* [Exercise data]
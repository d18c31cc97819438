package model

import (
	"math"
	"math/rand/v2"
	"testing"
)

// Deep in the food nothing has come in yet in the first seconds after a change: the centre goes on as it was, by erfc(d/2√(αt)) far within a thousandth of
// a kelvin. The polynomials alone swing there by up to 3 K.
func TestNoSwingAfterAChange(t *testing.T) {
	q := Properties{0.45, 1050, 3500}
	food := &Material{Name: "test food", Source: "input of the test", Props: func(float64) Properties { return q }}
	held := func(c float64) Exposure {
		return Exposure{Surface: Held, Medium: Course{TimesS: []float64{0}, C: []float64{c}}}
	}
	step := func(stage *Stage, s float64, e Exposure) Step {
		return Step{Name: stage.Name, Stage: stage, DurationS: s, Exposure: e}
	}
	for _, x := range []struct {
		name  string
		shape *Shape
		size  Size
	}{
		{"sphere", Sphere, Size{DiameterM: 0.1}},
		{"cylinder", Cylinder, Size{DiameterM: 0.1}},
		{"slab", Slab, Size{ThicknessM: 0.08}},
		{"short cylinder", ShortCylinder, Size{DiameterM: 0.1, LengthM: 0.12}},
		{"brick", Brick, Size{ThicknessM: 0.08, WidthM: 0.1, LengthM: 0.12}},
	} {
		t.Run(x.name, func(t *testing.T) {
			h, err := Solve(Product{Name: "p", Shape: x.shape, Size: x.size, Food: food, StartC: 20},
				[]Step{step(Cook, 5400, held(95)), step(Cool, 5400, held(2)), step(Reheat, 5400, filmTo(600, 98))}, Options{})
			if err != nil {
				t.Fatal(err)
			}
			centre := Place{}
			for i, sp := range h.Spans {
				before, slope := h.At(centre, sp.StartS), 0.0
				if i > 0 {
					slope = (before - h.At(centre, sp.StartS-20)) / 20
				}
				for _, tau := range []float64{0.2, 1, 3, 8} {
					if got, want := h.At(centre, sp.StartS+tau), before+slope*tau; math.Abs(got-want) > 0.01 {
						t.Errorf("%s, %.1f s: %.4f °C at the centre, %.4f if it goes on", sp.Step.Name, tau, got, want)
					}
				}
			}
			for i, s := range h.Scan().Spots {
				if s.Place != centre {
					continue
				}
				for k, at := range h.Scan().TimesS {
					if at > 0 && at < 8 && math.Abs(h.Scan().C[i][k]-20) > 0.001 {
						t.Errorf("%.1f s: %.4f °C at the centre of the scan", at, h.Scan().C[i][k])
					}
				}
			}
		})
	}
}

// Foods whose properties change are marched, and swing no more; what radiates reaches beyond the media, and what can have come in with it.
func TestNoSwingOfMarches(t *testing.T) {
	food := &Material{Name: "test food", Source: "input of the test", Table: true, LowC: -60, HighC: 260, Props: func(c float64) Properties {
		return Properties{0.40 + 0.001*c, 1050, 3300 + 3*c}
	}}
	steps := []Step{ownStep(Cook, 9000, 30, 90), ownStep(Rest, 2700, 8, 21), ownStep(Cool, 5400, 500, 1)}
	h, err := Solve(Product{Name: "p", Shape: ShortCylinder, Size: Size{DiameterM: 0.13, LengthM: 0.2}, Food: food, StartC: 5}, steps, Options{})
	if err != nil {
		t.Fatal(err)
	}
	chill, centre := h.Spans[2].StartS, Place{}
	before := h.At(centre, chill)
	slope := (before - h.At(centre, chill-60)) / 60
	for _, tau := range []float64{1, 5, 20, 60} {
		if got, want := h.At(centre, chill+tau), before+slope*tau; math.Abs(got-want) > 0.02 {
			t.Errorf("%.0f s after the change: %.4f °C at the centre, %.4f if it goes on", tau, got, want)
		}
	}
	// in a piece that heat would cross sooner than the error begins to hold if it were frozen, which it is not
	moist := &Material{Name: "test food", Source: "input of the test", Table: true, LowC: -60, HighC: 260, Props: func(c float64) Properties {
		if c < -1 {
			return Properties{1.6, 950, 2000}
		}
		return food.Props(c)
	}}
	small := Product{Name: "p", Shape: ShortCylinder, Size: Size{DiameterM: 0.056, LengthM: 0.1039}, Food: moist, StartC: 13.8}
	if h, err = Solve(small, []Step{ownStep(Cook, 3180, 11.2, 81.4)}, Options{}); err != nil {
		t.Fatal(err)
	}
	for _, tau := range []float64{0.6, 1.8, 10} {
		if got := h.At(centre, tau); math.Abs(got-13.8) > 0.002 {
			t.Errorf("%g s after the start: %.4f °C at the centre of a small piece", tau, got)
		}
	}
	hot, dry := 300.0, false
	steps[0] = Step{Name: "grill", Stage: Cook, DurationS: 1200, Exposure: Exposure{Surface: StillAir, RadiatingC: &hot, Wet: &dry,
		Medium: Course{TimesS: []float64{0}, C: []float64{100}}}}
	if h, err = Solve(Product{Name: "p", Shape: Slab, Size: Size{ThicknessM: 0.05}, Food: food, StartC: 5}, steps[:1], Options{}); err != nil {
		t.Fatal(err)
	}
	// the surface settles between the air and what radiates, and was at more than 200 °C if it came near to it
	if got := h.settling[0].drives[0].by[1]; got < 200 {
		t.Errorf("what comes in is bounded by %.0f K, and %.0f °C radiates on food of 5 °C in air of 100 °C", got, hot)
	}
}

* [How to complete this task] Copy the records above exactly.

* [Written solution]
repository d18c31cc97819438
package model

import (
	"math"
	"math/rand/v2"
	"testing"
)

// Deep in the food nothing has come in yet in the first seconds after a change: the centre goes on as it was, by erfc(d/2√(αt)) far within a thousandth of
// a kelvin. The polynomials alone swing there by up to 3 K.
func TestNoSwingAfterAChange(t *testing.T) {
	q := Properties{0.45, 1050, 3500}
	food := &Material{Name: "test food", Source: "input of the test", Props: func(float64) Properties { return q }}
	held := func(c float64) Exposure {
		return Exposure{Surface: Held, Medium: Course{TimesS: []float64{0}, C: []float64{c}}}
	}
	step := func(stage *Stage, s float64, e Exposure) Step {
		return Step{Name: stage.Name, Stage: stage, DurationS: s, Exposure: e}
	}
	for _, x := range []struct {
		name  string
		shape *Shape
		size  Size
	}{
		{"sphere", Sphere, Size{DiameterM: 0.1}},
		{"cylinder", Cylinder, Size{DiameterM: 0.1}},
		{"slab", Slab, Size{ThicknessM: 0.08}},
		{"short cylinder", ShortCylinder, Size{DiameterM: 0.1, LengthM: 0.12}},
		{"brick", Brick, Size{ThicknessM: 0.08, WidthM: 0.1, LengthM: 0.12}},
	} {
		t.Run(x.name, func(t *testing.T) {
			h, err := Solve(Product{Name: "p", Shape: x.shape, Size: x.size, Food: food, StartC: 20},
				[]Step{step(Cook, 5400, held(95)), step(Cool, 5400, held(2)), step(Reheat, 5400, filmTo(600, 98))}, Options{})
			if err != nil {
				t.Fatal(err)
			}
			centre := Place{}
			for i, sp := range h.Spans {
				before, slope := h.At(centre, sp.StartS), 0.0
				if i > 0 {
					slope = (before - h.At(centre, sp.StartS-20)) / 20
				}
				for _, tau := range []float64{0.2, 1, 3, 8} {
					if got, want := h.At(centre, sp.StartS+tau), before+slope*tau; math.Abs(got-want) > 0.01 {
						t.Errorf("%s, %.1f s: %.4f °C at the centre, %.4f if it goes on", sp.Step.Name, tau, got, want)
					}
				}
			}
			for i, s := range h.Scan().Spots {
				if s.Place != centre {
					continue
				}
				for k, at := range h.Scan().TimesS {
					if at > 0 && at < 8 && math.Abs(h.Scan().C[i][k]-20) > 0.001 {
						t.Errorf("%.1f s: %.4f °C at the centre of the scan", at, h.Scan().C[i][k])
					}
				}
			}
		})
	}
}

// Foods whose properties change are marched, and swing no more; what radiates reaches beyond the media, and what can have come in with it.
func TestNoSwingOfMarches(t *testing.T) {
	food := &Material{Name: "test food", Source: "input of the test", Table: true, LowC: -60, HighC: 260, Props: func(c float64) Properties {
		return Properties{0.40 + 0.001*c, 1050, 3300 + 3*c}
	}}
	steps := []Step{ownStep(Cook, 9000, 30, 90), ownStep(Rest, 2700, 8, 21), ownStep(Cool, 5400, 500, 1)}
	h, err := Solve(Product{Name: "p", Shape: ShortCylinder, Size: Size{DiameterM: 0.13, LengthM: 0.2}, Food: food, StartC: 5}, steps, Options{})
	if err != nil {
		t.Fatal(err)
	}
	chill, centre := h.Spans[2].StartS, Place{}
	before := h.At(centre, chill)
	slope := (before - h.At(centre, chill-60)) / 60
	for _, tau := range []float64{1, 5, 20, 60} {
		if got, want := h.At(centre, chill+tau), before+slope*tau; math.Abs(got-want) > 0.02 {
			t.Errorf("%.0f s after the change: %.4f °C at the centre, %.4f if it goes on", tau, got, want)
		}
	}
	// in a piece that heat would cross sooner than the error begins to hold if it were frozen, which it is not
	moist := &Material{Name: "test food", Source: "input of the test", Table: true, LowC: -60, HighC: 260, Props: func(c float64) Properties {
		if c < -1 {
			return Properties{1.6, 950, 2000}
		}
		return food.Props(c)
	}}
	small := Product{Name: "p", Shape: ShortCylinder, Size: Size{DiameterM: 0.056, LengthM: 0.1039}, Food: moist, StartC: 13.8}
	if h, err = Solve(small, []Step{ownStep(Cook, 3180, 11.2, 81.4)}, Options{}); err != nil {
		t.Fatal(err)
	}
	for _, tau := range []float64{0.6, 1.8, 10} {
		if got := h.At(centre, tau); math.Abs(got-13.8) > 0.002 {
			t.Errorf("%g s after the start: %.4f °C at the centre of a small piece", tau, got)
		}
	}
	hot, dry := 300.0, false
	steps[0] = Step{Name: "grill", Stage: Cook, DurationS: 1200, Exposure: Exposure{Surface: StillAir, RadiatingC: &hot, Wet: &dry,
		Medium: Course{TimesS: []float64{0}, C: []float64{100}}}}
	if h, err = Solve(Product{Name: "p", Shape: Slab, Size: Size{ThicknessM: 0.05}, Food: food, StartC: 5}, steps[:1], Options{}); err != nil {
		t.Fatal(err)
	}
	// the surface settles between the air and what radiates, and was at more than 200 °C if it came near to it
	if got := h.settling[0].drives[0].by[1]; got < 200 {
		t.Errorf("what comes in is bounded by %.0f K, and %.0f °C radiates on food of 5 °C in air of 100 °C", got, hot)
	}
}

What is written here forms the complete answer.